There used to be a lot of full episodes on Dailymotion and Youtube but it seems that Itv has removed them all, it's a pity when all haven't seen the old ones and the soap doesn't go in reprise by years. And the most episodes was on Torrent sites as well, but now without seeders. So i wonder if you know any site that has the Emmerdale 2014 September-December episodes? Or others.

----------


## danielroxheaps

https://www.facebook.com/emd1994topr...=page_internal This facebook page has all 2014 ones I'm pretty sure. Well I have them saved so I can send them to you if they don't work.

----------

OldSchool297 (16-08-2017)

----------


## OldSchool297

Thank you very very much. Do you know the quality rating to the 2014 episodes? Any way to download them on Facebook?

----------


## danielroxheaps

I use saveitoffline.com to download files from Facebook and video sites like YouTube and Dailymotion.

----------


## OldSchool297

I can't find the right url to the videos on FB. Do you have any 2014 episode on your computer?
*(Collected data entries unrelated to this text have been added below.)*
/**
 * The light a reader gets from the three pixel states (background, off, on) in one scenario:
 * the optics per scenario behind one function of the viewing angle.
 *
 * Model (the spectra come from the normal- or the oblique-incidence model, light-model.ts; the
 * caller passes the front surface's reflectance at the scenario's angle):
 * - the cell's diffuse part: its reflectance factor minus the flat first-surface reflection R_s,
 *   lit by the scenario's illuminance E: L = ρ·E/π (Lambertian; CIE 15, any radiometry text);
 * - the front-surface veil: L_veil = R_s·L_mirrored, added to every state, of the illuminant's
 *   chromaticity (the mirrored surroundings are lit by the same light);
 * - a backlight (transflective night case): `backlight_cdm2` is what the background shows; a
 *   state passes the square root of its double-pass (reflective) fraction of the background's,
 *   since backlight crosses the polariser–LC–polariser stack once where ambient light crosses it
 *   twice (first-order; a measured transmissive contrast overrides it in practice). Backlight
 *   chromaticity is taken as the illuminant's white.
 * Colours: XYZ in cd/m² (Y = luminance) from the 5 nm CIE weights of the scenario's illuminant;
 * CIELAB and the sRGB preview relative to the adapted white, the brighter of a perfect white
 * diffuser (E/π) and the background.
 */
import { tristimulusWeights } from '../color/tristimulus-weights';
import { reflectanceToXyz } from '../color/spectrum-to-xyz';
import { illuminantByName } from '../color/illuminant-by-name';
import { xyzToLab } from '../color/cielab';
import { sceneColourPreview } from '../color/culori-bridge';
import { VISIBLE_5NM_GRID } from '../color/spectrum';
import type { ObserverName } from '../color/observers';
import type { Lab, Xyz } from '../color/types';
import type { Scenario } from '../design/legibility-schema';
import { NORMAL_INCIDENCE, type LightModel } from './light-model';

export const STATE_NAMES = ['background', 'off', 'on'] as const;
export type StateName = (typeof STATE_NAMES)[number];

/** Reflectance factor spectra (first surface included) on the 5 nm visible grid. */
export type StateSpectra = Record<StateName, ArrayLike<number>>;

export interface LitState {
	luminance_cdm2: number;
	/** Absolute tristimulus values, Y in cd/m². */
	xyz_cdm2: Xyz;
	lab: Lab;
	hex: string;
	inGamut: boolean;
	/** Encoded sRGB before clamping (0…1 in gamut). */
	rgb: { r: number; g: number; b: number };
}

export interface ScenarioLight extends Record<StateName, LitState> {
	/** Diffuse luminance factor of each state without the first surface (ρ in L = ρE/π). */
	diffuse: Record<StateName, number>;
	/** Backlight luminance each state passes, cd/m². */
	backlit_cdm2: Record<StateName, number>;
	veil_cdm2: number;
	adaptedWhite_cdm2: number;
	white: Xyz;
	/** The optical model the spectra came from. */
	model: LightModel;
}

export function scenarioLight(options: {
	spectra: StateSpectra;
	frontSurfaceReflectance: number;
	scenario: Scenario;
	/** Off the display normal, deg: sets the reading geometry; the spectra already include it. */
	viewAngle_deg: number;
	observer: ObserverName;
	/** Which model gave the spectra; default normal incidence. */
	model?: LightModel;
}): ScenarioLight {
	const { spectra, scenario } = options;
	const rs = options.frontSurfaceReflectance;
	const weights = tristimulusWeights({
		illuminant: illuminantByName(scenario.illuminant),
		observer: options.observer,
		grid: VISIBLE_5NM_GRID
	});
	const { white } = weights;
	const perLux = scenario.illuminance_lx / Math.PI / 100;
	const veil_cdm2 = rs * scenario.mirrored_cdm2;
	const body = {} as Record<StateName, Xyz>;
	for (const name of STATE_NAMES) {
		const full = reflectanceToXyz(weights, spectra[name]);
		body[name] = {
			X: Math.max(0, full.X - rs * white.X),
			Y: Math.max(0, full.Y - rs * white.Y),
			Z: Math.max(0, full.Z - rs * white.Z)
		};
	}
	const backlight = scenario.backlight_cdm2 ?? 0;
	const absolute = {} as Record<StateName, Xyz>;
	const diffuse = {} as Record<StateName, number>;
	const backlit_cdm2 = {} as Record<StateName, number>;
	for (const name of STATE_NAMES) {
		const share = body.background.Y > 0 ? Math.sqrt(body[name].Y / body.background.Y) : 0;
		diffuse[name] = body[name].Y / 100;
		backlit_cdm2[name] = backlight * share;
		const flat = (veil_cdm2 + backlit_cdm2[name]) / 100;
		absolute[name] = {
			X: body[name].X * perLux + flat * white.X,
			Y: body[name].Y * perLux + flat * white.Y,
			Z: body[name].Z * perLux + flat * white.Z
		};
	}
	const adaptedWhite_cdm2 = Math.max(scenario.illuminance_lx / Math.PI, absolute.background.Y);
	const lit = (name: StateName): LitState => {
		const xyz_cdm2 = absolute[name];
		const scale = 100 / adaptedWhite_cdm2;
		const relative = { X: xyz_cdm2.X * scale, Y: xyz_cdm2.Y * scale, Z: xyz_cdm2.Z * scale };
		const preview = sceneColourPreview({ xyz_cdm2, white, adaptedWhite_cdm2 });
		return {
			luminance_cdm2: xyz_cdm2.Y,
			xyz_cdm2,
			lab: xyzToLab(relative, white),
			hex: preview.hex,
			inGamut: preview.inGamut,
			rgb: { r: preview.r, g: preview.g, b: preview.b }
		};
	};
	return {
		background: lit('background'),
		off: lit('off'),
		on: lit('on'),
		diffuse,
		backlit_cdm2,
		veil_cdm2,
		adaptedWhite_cdm2,
		white,
		model: options.model ?? NORMAL_INCIDENCE
	};
}
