/**
 * Visual angle of a detail of size h seen at distance D: α = 2·atan(h / 2D), in arcminutes
 * (exact form; for small angles α ≈ h/D rad, the form NUREG-0700 writes as
 * height = 6.283·D·MA/21600). The inverse gives the height a wanted angle needs.
 *
 * Viewing off the normal by θ foreshortens a detail lying in the tilt plane to h·cos θ; we take
 * the worst case, the tilt in the plane of the character's height (a wall display seen from
 * below, a meter seen from above). The distance is along the line of sight.
 */
export const ARCMIN_PER_RAD = (180 * 60) / Math.PI;

/** Visual angle (arcmin) of a detail of `size_mm` at `distance_mm`, seen `viewAngle_deg` off normal. */
export function visualAngle_arcmin(options: {
	size_mm: number;
	distance_mm: number;
	viewAngle_deg?: number;
}): number {
	const { size_mm, distance_mm } = options;
	if (!(size_mm >= 0) || !(distance_mm > 0))
		throw new RangeError(`expected size ≥ 0 and distance > 0 mm, got ${size_mm}, ${distance_mm}`);
	const projected_mm = size_mm * Math.cos(((options.viewAngle_deg ?? 0) * Math.PI) / 180);
	return 2 * Math.atan(projected_mm / (2 * distance_mm)) * ARCMIN_PER_RAD;
}

/** Height (mm) that subtends `angle_arcmin` at `distance_mm`, seen face on. */
export function sizeForAngle_mm(options: { angle_arcmin: number; distance_mm: number }): number {
	return 2 * options.distance_mm * Math.tan(options.angle_arcmin / ARCMIN_PER_RAD / 2);
}
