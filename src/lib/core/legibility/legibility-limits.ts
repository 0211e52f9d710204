/**
 * The published minimums shown beside the threshold model, each with its source:
 * - character height: 16′ minimum, 20–22′ preferred (ISO 9241-3, now 9241-303; NUREG-0700 Rev. 2/3);
 * - luminance contrast ratio: 3:1 minimum (ISO 9241-3), 6:1–10:1 recommended (ISO 9241-3;
 *   NUREG-0700 Rev. 3 asks 6:1 minimum, ambient reflections included);
 * - ghosts: off segments more than ≈ 1 ΔE00 from the background can be seen side by side
 *   [common practice: a just-noticeable difference of about 1 ΔE00].
 */
export interface PublishedLimit {
	value: number;
	unit: string;
	source: string;
}

export const CHARACTER_HEIGHT_MIN: PublishedLimit = {
	value: 16,
	unit: 'arcmin',
	source: 'ISO 9241-3; NUREG-0700 Rev. 3 (minimum)'
};
export const CHARACTER_HEIGHT_PREFERRED: PublishedLimit = {
	value: 20,
	unit: 'arcmin',
	source: 'ISO 9241-3; NUREG-0700 Rev. 3 (20–22′ preferred)'
};
export const CONTRAST_RATIO_MIN: PublishedLimit = {
	value: 3,
	unit: ':1',
	source: 'ISO 9241-3 (minimum)'
};
export const CONTRAST_RATIO_RECOMMENDED: PublishedLimit = {
	value: 6,
	unit: ':1',
	source: 'ISO 9241-3 (6:1–10:1 recommended); NUREG-0700 Rev. 3'
};
export const GHOST_DELTA_E00: PublishedLimit = {
	value: 1,
	unit: 'ΔE00',
	source: 'common practice: a just-noticeable difference'
};

export const PUBLISHED_LIMITS = [
	CHARACTER_HEIGHT_MIN,
	CHARACTER_HEIGHT_PREFERRED,
	CONTRAST_RATIO_MIN,
	CONTRAST_RATIO_RECOMMENDED,
	GHOST_DELTA_E00
] as const;
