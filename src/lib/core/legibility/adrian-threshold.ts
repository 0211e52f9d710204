/**
 * Luminance difference threshold ΔL_th (cd/m²) for detecting a target of size α (arcmin) on a
 * background of luminance L_b (cd/m²): Adrian, "Visibility of targets: model for calculation",
 * Lighting Res. Technol. 21(4):181–188 (1989).
 *
 *   ΔL_th = k·(√Φ/α + √L)² · F_time · AF(age)
 *
 * with the three luminance ranges of √Φ (Ricco's law part) and √L (Weber's law part) below, the
 * age factor AF (23–75 years) and the exposure-time factor F_time (t < 2 s). k is the field
 * factor (k = 1: detection by 50 % of a young population, laboratory conditions).
 *
 * Limits: positive contrast (target brighter than the background). The paper's correction for
 * negative contrast is not applied; the dark-on-light segments of a positive-mode readout are
 * judged with the positive-contrast threshold, and the visibility level asked for (the reading
 * field factor) carries the margin. This is a disc-detection threshold, not a reading threshold.
 */
const log10 = Math.log10;

/** √Φ and √L of the model for a background luminance, cd/m². */
export function adrianRiccoWeber(background_cdm2: number): { sqrtPhi: number; sqrtL: number } {
	const lb = background_cdm2;
	if (!(lb > 0)) throw new RangeError(`background luminance must be > 0 cd/m², got ${lb}`);
	if (lb >= 0.6) {
		return {
			sqrtPhi: log10(4.1925 * lb ** 0.1556) + 0.1684 * lb ** 0.5867,
			sqrtL: 0.05946 * lb ** 0.466
		};
	}
	const x = log10(lb);
	if (lb > 0.00418) {
		return {
			sqrtPhi: 10 ** (-0.072 + 0.3372 * x + 0.0866 * x * x),
			sqrtL: 10 ** (-1.256 + 0.319 * x)
		};
	}
	return {
		sqrtPhi: 10 ** (0.028 + 0.173 * x),
		sqrtL: 10 ** (-0.891 + 0.5275 * x + 0.0227 * x * x)
	};
}

/** Age factor AF for an observer of `age_years` (defined for 23–75). */
export function adrianAgeFactor(age_years: number): number {
	if (!(age_years >= 23 && age_years <= 75))
		throw new RangeError(`the age factor is defined for 23–75 years, got ${age_years}`);
	if (age_years < 64) return (age_years - 19) ** 2 / 2160 + 0.99;
	return (age_years - 56.6) ** 2 / 116.3 + 1.43;
}

/** Exposure-time factor F_time = (a + t)/t for t < 2 s; 1 for longer looks. */
export function adrianTimeFactor(options: {
	size_arcmin: number;
	background_cdm2: number;
	time_s: number;
}): number {
	const { size_arcmin, background_cdm2, time_s } = options;
	if (time_s >= 2) return 1;
	if (!(time_s > 0)) throw new RangeError(`exposure time must be > 0 s, got ${time_s}`);
	const x = log10(size_arcmin) + 0.523;
	const aAlpha = 0.36 - (0.0972 * x * x) / (x * x - 2.513 * x + 2.7895);
	const y = log10(background_cdm2) + 6;
	const aL = 0.355 - (0.1217 * y * y) / (y * y - 10.4 * y + 52.28);
	const a = Math.sqrt(aAlpha * aAlpha + aL * aL) / 2.1;
	return (a + time_s) / time_s;
}

/** ΔL_th in cd/m²; `fieldFactor` k defaults to 1, `time_s` to a steady look (≥ 2 s). */
export function adrianThreshold_cdm2(options: {
	size_arcmin: number;
	background_cdm2: number;
	age_years: number;
	fieldFactor?: number;
	time_s?: number;
}): number {
	const { size_arcmin, background_cdm2, age_years } = options;
	if (!(size_arcmin > 0))
		throw new RangeError(`target size must be > 0 arcmin, got ${size_arcmin}`);
	const { sqrtPhi, sqrtL } = adrianRiccoWeber(background_cdm2);
	const time = adrianTimeFactor({ size_arcmin, background_cdm2, time_s: options.time_s ?? 2 });
	const k = options.fieldFactor ?? 1;
	return k * (sqrtPhi / size_arcmin + sqrtL) ** 2 * time * adrianAgeFactor(age_years);
}
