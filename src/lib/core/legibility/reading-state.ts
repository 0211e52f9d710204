/**
 * Which electrodes a reading lights: the characters of `text` go onto the character groups in
 * reading order ('.' and ',' light the previous character's decimal point, ':' lights the colon
 * electrodes: a colon group or electrodes named "COL…"); each bar graph shows its first `bars`
 * steps; listed icons are lit. Everything else is off. Characters a group cannot show are
 * reported, never silently dropped.
 */
import type { Design } from '../design/schema';
import type { Reading } from '../design/legibility-schema';
import { segmentsFor } from '../glyphs/segment-charsets';
import type { CharacterGroup } from './character-groups';

export interface ReadingState {
	lit: Set<string>;
	/** Characters that found no group, or that their group cannot show. */
	unshown: string[];
}

function colonIds(design: Design): string[] {
	const fromGroups = design.groups
		.filter((g) => g.generator?.kind === 'colon')
		.flatMap((g) => g.members);
	if (fromGroups.length > 0) return fromGroups;
	return design.electrodes.filter((e) => /^col(on)?\b/i.test(e.name)).map((e) => e.id);
}

export function readingState(options: {
	design: Design;
	groups: readonly CharacterGroup[];
	reading: Reading;
}): ReadingState {
	const { design, groups, reading } = options;
	const lit = new Set<string>();
	const unshown: string[] = [];
	let next = 0;
	for (const char of reading.text) {
		if (char === '.' || char === ',') {
			const dp = next > 0 ? groups[next - 1].segmentIds.dp : undefined;
			if (dp) lit.add(dp);
			else unshown.push(char);
			continue;
		}
		if (char === ':') {
			const ids = colonIds(design);
			if (ids.length === 0) unshown.push(char);
			ids.forEach((id) => lit.add(id));
			continue;
		}
		const group = groups[next++];
		const segments = group ? segmentsFor(char, group.segmentCount) : null;
		if (!group || !segments) {
			unshown.push(char);
			continue;
		}
		for (const key of segments) {
			const id = group.segmentIds[key];
			if (id) lit.add(id);
		}
	}
	for (const group of design.groups) {
		if (group.generator?.kind !== 'bar-graph') continue;
		group.members
			.slice(0, Math.min(reading.bars, group.members.length))
			.forEach((id) => lit.add(id));
	}
	const known = new Set(design.electrodes.map((e) => e.id));
	for (const id of reading.icons) if (known.has(id)) lit.add(id);
	return { lit, unshown };
}
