/**
 * The three pixel states (background, off, on) seen from a scenario's direction, for the
 * legibility scenarios read off the normal: the oblique-incidence model (extended Jones through
 * the whole stack, ../viewangle/cell-view.ts; Yeh 1982, Gu & Yeh 1993) at the scenario's polar
 * angle and the design's reading azimuth (../viewangle/reading-azimuth.ts).
 *
 * Anchoring: the spectrum used is the normal-incidence spectrum of the cell report plus the
 * oblique model's change from the normal,
 *   R(θ, φ, λ) = R_normal(λ) + [R_oblique(θ, φ, λ) − R_oblique(0, λ)],
 * so at the normal the two models give the same numbers, a scenario's figures run continuously
 * through the switch-over angle, and what the oblique model adds is its angular change alone.
 * (On its own, the oblique model differs at the normal from the report's by a few per cent of Y:
 * it lights the depolarising reflector from the whole hemisphere where the report uses the
 * mirrored path, and it slices the director into midpoint retarders.) The front surface's
 * R_s(θ) from the Fresnel equations is carried along so the caller can count it as veil.
 *
 * Cost: three hemisphere averages per temperature and cell (and three director solves when the
 * cell report's own profiles are not at hand, state-profiles.ts), then about a millisecond per
 * direction; the prepared states are kept for the last few cells (a pure cache: same inputs,
 * same numbers).
 */
import type { Design } from '../design/schema';
import type { CellReport, TemperatureStates } from '../cell/analyze-cell';
import { createCellView, type CellView, type ViewState } from '../viewangle/cell-view';
import type { ViewDirection } from '../optics/oblique/view-direction';
import { lightModelOf } from './light-model';
import { stateProfilesOf } from '../cell/state-profiles';

export const VIEW_STATE_NAMES = ['background', 'off', 'on'] as const;
type StateName = (typeof VIEW_STATE_NAMES)[number];

/** Anchored reflectance factor spectra (0…1, first surface R_s(θ) included) from one direction. */
export interface ObliqueView extends ViewDirection, Record<StateName, number[]> {
	/** The front surface's reflectance R_s(θ) in this direction, 0…1. */
	surface: number;
}

interface Prepared {
	view: CellView;
	states: Record<StateName, ViewState>;
	/** The oblique model along the normal, per state: the anchor. */
	normal: Record<StateName, Float64Array>;
	/** Views already worked out, by direction (read-only once made). */
	byDirection: Map<string, ObliqueView>;
}

const CACHE_SIZE = 6;
const cache = new Map<string, Prepared>();

function prepared(design: Design, states: TemperatureStates): Prepared {
	const key = JSON.stringify([
		design.cell,
		design.lighting,
		design.orientation,
		states.temperature_C,
		VIEW_STATE_NAMES.map((n) => states[n].voltage_V)
	]);
	const hit = cache.get(key);
	if (hit) return hit;
	const view = createCellView({ design, temperature_C: states.temperature_C });
	const solved = stateProfilesOf(states);
	let background: ViewState, off: ViewState, on: ViewState;
	if (solved) {
		background = view.stateOf(states.background.voltage_V, solved.background);
		off = view.stateOf(states.off.voltage_V, solved.off);
		on = view.stateOf(states.on.voltage_V, solved.on);
	} else {
		background = view.stateAt(states.background.voltage_V);
		off = view.stateAt(states.off.voltage_V, background.profile);
		on = view.stateAt(states.on.voltage_V, off.profile);
	}
	const along = { polar_deg: 0, azimuth_deg: 0 };
	const made: Prepared = {
		view,
		states: { background, off, on },
		normal: {
			background: view.seen(background, along).reflectance,
			off: view.seen(off, along).reflectance,
			on: view.seen(on, along).reflectance
		},
		byDirection: new Map()
	};
	if (cache.size >= CACHE_SIZE) cache.delete(cache.keys().next().value as string);
	cache.set(key, made);
	return made;
}

/** Forgets the prepared states (for speed measurements of a first call). */
export function clearObliqueViewCache(): void {
	cache.clear();
}

/** The three states from each direction, anchored on the states' normal-incidence spectra. */
export function obliqueViews(options: {
	design: Design;
	states: TemperatureStates;
	directions: readonly ViewDirection[];
}): ObliqueView[] {
	const { design, states, directions } = options;
	if (directions.length === 0) return [];
	const p = prepared(design, states);
	return directions.map(({ polar_deg, azimuth_deg }) => {
		const key = `${polar_deg}|${azimuth_deg}`;
		const known = p.byDirection.get(key);
		if (known) return known;
		const out = { polar_deg, azimuth_deg, surface: 0 } as ObliqueView;
		for (const name of VIEW_STATE_NAMES) {
			const seen = p.view.seen(p.states[name], { polar_deg, azimuth_deg });
			const base = states[name].reflectance;
			const anchor = p.normal[name];
			out[name] = Array.from(base, (r, i) => Math.max(0, r + seen.reflectance[i] - anchor[i]));
			out.surface = seen.surface;
		}
		p.byDirection.set(key, out);
		return out;
	});
}

/**
 * The cell report with every temperature's states carrying the views the design's scenarios
 * read off the normal need: done where the cell report is made (the app's worker), so the page
 * only looks them up.
 */
export function withScenarioViews(report: CellReport, design: Design): CellReport {
	const directions: ViewDirection[] = [];
	for (const scenario of design.legibility.scenarios) {
		const model = lightModelOf({ design, scenario });
		if (
			model.kind === 'oblique' &&
			!directions.some(
				(d) => d.polar_deg === model.polar_deg && d.azimuth_deg === model.azimuth_deg
			)
		)
			directions.push({ polar_deg: model.polar_deg, azimuth_deg: model.azimuth_deg });
	}
	if (directions.length === 0) return report;
	return {
		...report,
		statesByTemperature: report.statesByTemperature.map((states) => ({
			...states,
			views: obliqueViews({ design, states, directions })
		}))
	};
}
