/**
 * The legibility map: the visibility level of the smallest character group over illuminance
 * (log axis, 1 lx to 120 klx) × reading distance (log axis), in the light of one scenario: its
 * illuminant, mirrored luminance scaled with the illuminance (the scenario's ratio L_mirrored/E),
 * backlight, viewing angle and reader's age. A point is readable when VL reaches the reading
 * factor, the height reaches 16′ and the contrast 3:1 (the same rules as the verdicts).
 *
 * Every state's luminance is linear in E: L = ρ·E/π + R_s·(L_m/E)·E + L_backlight, so one
 * evaluation of the scenario's light gives the whole map.
 */
import type { LegibilitySettings, Scenario } from '../design/legibility-schema';
import type { CharacterGroup } from './character-groups';
import { groupMetrics } from './group-metrics';
import { CHARACTER_HEIGHT_MIN, CONTRAST_RATIO_MIN } from './legibility-limits';
import type { ScenarioLight } from './scenario-light';

export interface LegibilityMap {
	illuminances_lx: number[];
	distances_mm: number[];
	/** VL at [distance index][illuminance index], row-major. */
	visibilityLevel: Float64Array;
	readable: Uint8Array;
	group: string;
}

export const MAP_ILLUMINANCE_LX = { min: 1, max: 120_000 } as const;

function logSpace(min: number, max: number, count: number): number[] {
	const a = Math.log10(min);
	const b = Math.log10(max);
	return Array.from({ length: count }, (_, i) => 10 ** (a + ((b - a) * i) / (count - 1)));
}

export function legibilityMap(options: {
	scenario: Scenario;
	light: ScenarioLight;
	/** R_s to count the veil with; default the light's own (at the scenario's viewing angle). */
	frontSurfaceReflectance?: number;
	groups: readonly CharacterGroup[];
	settings: Pick<LegibilitySettings, 'readableVL'>;
	columns?: number;
	rows?: number;
	distanceRange_mm?: { min: number; max: number };
}): LegibilityMap {
	const { scenario, light } = options;
	const columns = options.columns ?? 48;
	const rows = options.rows ?? 24;
	const range = options.distanceRange_mm ?? { min: 150, max: 6000 };
	const illuminances_lx = logSpace(MAP_ILLUMINANCE_LX.min, MAP_ILLUMINANCE_LX.max, columns);
	const distances_mm = logSpace(range.min, range.max, rows);
	const smallest = [...options.groups].sort((a, b) => a.height_mm - b.height_mm)[0];
	const visibilityLevel = new Float64Array(columns * rows);
	const readable = new Uint8Array(columns * rows);
	if (!smallest) return { illuminances_lx, distances_mm, visibilityLevel, readable, group: '' };
	const veilPerLux =
		options.frontSurfaceReflectance === undefined
			? light.veil_cdm2 / scenario.illuminance_lx
			: (options.frontSurfaceReflectance * scenario.mirrored_cdm2) / scenario.illuminance_lx;
	const at = (name: 'background' | 'off' | 'on', e: number) =>
		(light.diffuse[name] * e) / Math.PI + veilPerLux * e + light.backlit_cdm2[name];
	for (let c = 0; c < columns; c++) {
		const e = illuminances_lx[c];
		const bg = at('background', e);
		const off = at('off', e);
		const on = at('on', e);
		const cr = Math.max(off, on) / Math.max(Math.min(off, on), 1e-12);
		for (let r = 0; r < rows; r++) {
			const m = groupMetrics({
				group: smallest,
				scenario: { ...scenario, distance_mm: distances_mm[r] },
				background_cdm2: bg,
				on_cdm2: on,
				off_cdm2: off
			});
			const i = r * columns + c;
			visibilityLevel[i] = m.visibilityLevel;
			readable[i] =
				m.visibilityLevel >= options.settings.readableVL &&
				m.height_arcmin >= CHARACTER_HEIGHT_MIN.value &&
				cr >= CONTRAST_RATIO_MIN.value
					? 1
					: 0;
		}
	}
	return { illuminances_lx, distances_mm, visibilityLevel, readable, group: smallest.name };
}
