/**
 * The character groups of a design: groups made by a segmented-character generator (7, 14 or 16
 * segments), with the character height and stroke width their generator was given, and which
 * electrode is which segment (the generator run again gives the part keys in member order).
 * Groups are ordered left to right, then top to bottom, as a reading is laid onto them.
 */
import type { Design } from '../design/schema';
import type { SegmentCount } from '../glyphs/segment-charsets';
import type { GeneratedGroup } from '../glyphs/glyph-types';
import { generateSevenSegment } from '../glyphs/seven-segment';
import { generateStarburst } from '../glyphs/starburst-segments';

type StarburstParams = Parameters<typeof generateStarburst>[0];

/** The segmented-character generators only (the icon generators and their geometry kernel stay unloaded). */
const SEGMENT_GENERATORS: Readonly<
	Record<string, { count: SegmentCount; run: (params: unknown) => GeneratedGroup }>
> = {
	'seven-segment': {
		count: 7,
		run: (p) => generateSevenSegment(p as Parameters<typeof generateSevenSegment>[0])
	},
	'fourteen-segment': {
		count: 14,
		run: (p) => generateStarburst(p as StarburstParams, { count: 14 })
	},
	'sixteen-segment': {
		count: 16,
		run: (p) => generateStarburst(p as StarburstParams, { count: 16 })
	}
};

export interface CharacterGroup {
	id: string;
	name: string;
	height_mm: number;
	stroke_mm: number;
	segmentCount: SegmentCount;
	/** Electrode id of each segment key ('a', 'g1', 'dp' …). */
	segmentIds: Record<string, string>;
	members: string[];
	x_mm: number;
	y_mm: number;
}

export function characterGroups(design: Design): CharacterGroup[] {
	const groups: CharacterGroup[] = [];
	for (const group of design.groups) {
		const generator = group.generator;
		if (!generator) continue;
		const segmented = SEGMENT_GENERATORS[generator.kind];
		const { height_mm, stroke_mm } = generator.params;
		if (!segmented || typeof height_mm !== 'number' || typeof stroke_mm !== 'number') continue;
		const segmentCount = segmented.count;
		const segmentIds: Record<string, string> = {};
		try {
			const parts = segmented.run(generator.params).parts;
			parts.forEach((part, i) => {
				if (i < group.members.length && part.key) segmentIds[part.key] = group.members[i];
			});
		} catch {
			// parameters no longer valid: the group still has a size, only no segment map
		}
		groups.push({
			id: group.id,
			name: group.name,
			height_mm,
			stroke_mm,
			segmentCount,
			segmentIds,
			members: [...group.members],
			x_mm: Number(generator.params.x_mm ?? 0),
			y_mm: Number(generator.params.y_mm ?? 0)
		});
	}
	return groups.sort((a, b) => a.y_mm - b.y_mm || a.x_mm - b.x_mm);
}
How big is the size of the file, files?

----------


## SomersetSunShin

most of the 2015 / 2016 / 2017 full emmerdale episodes are still on youtube just search for specific dates

or for the robron episodes type in ''Aaron & Robert 2015'' or  ''Aaron & Robert 2016'' or Aaron & Robert 2017'' emmerdale episodes and they should appear

----------


## OldSchool297

I checked the 2014 January episode and it was only around 50mb in HD which is way too low.

----------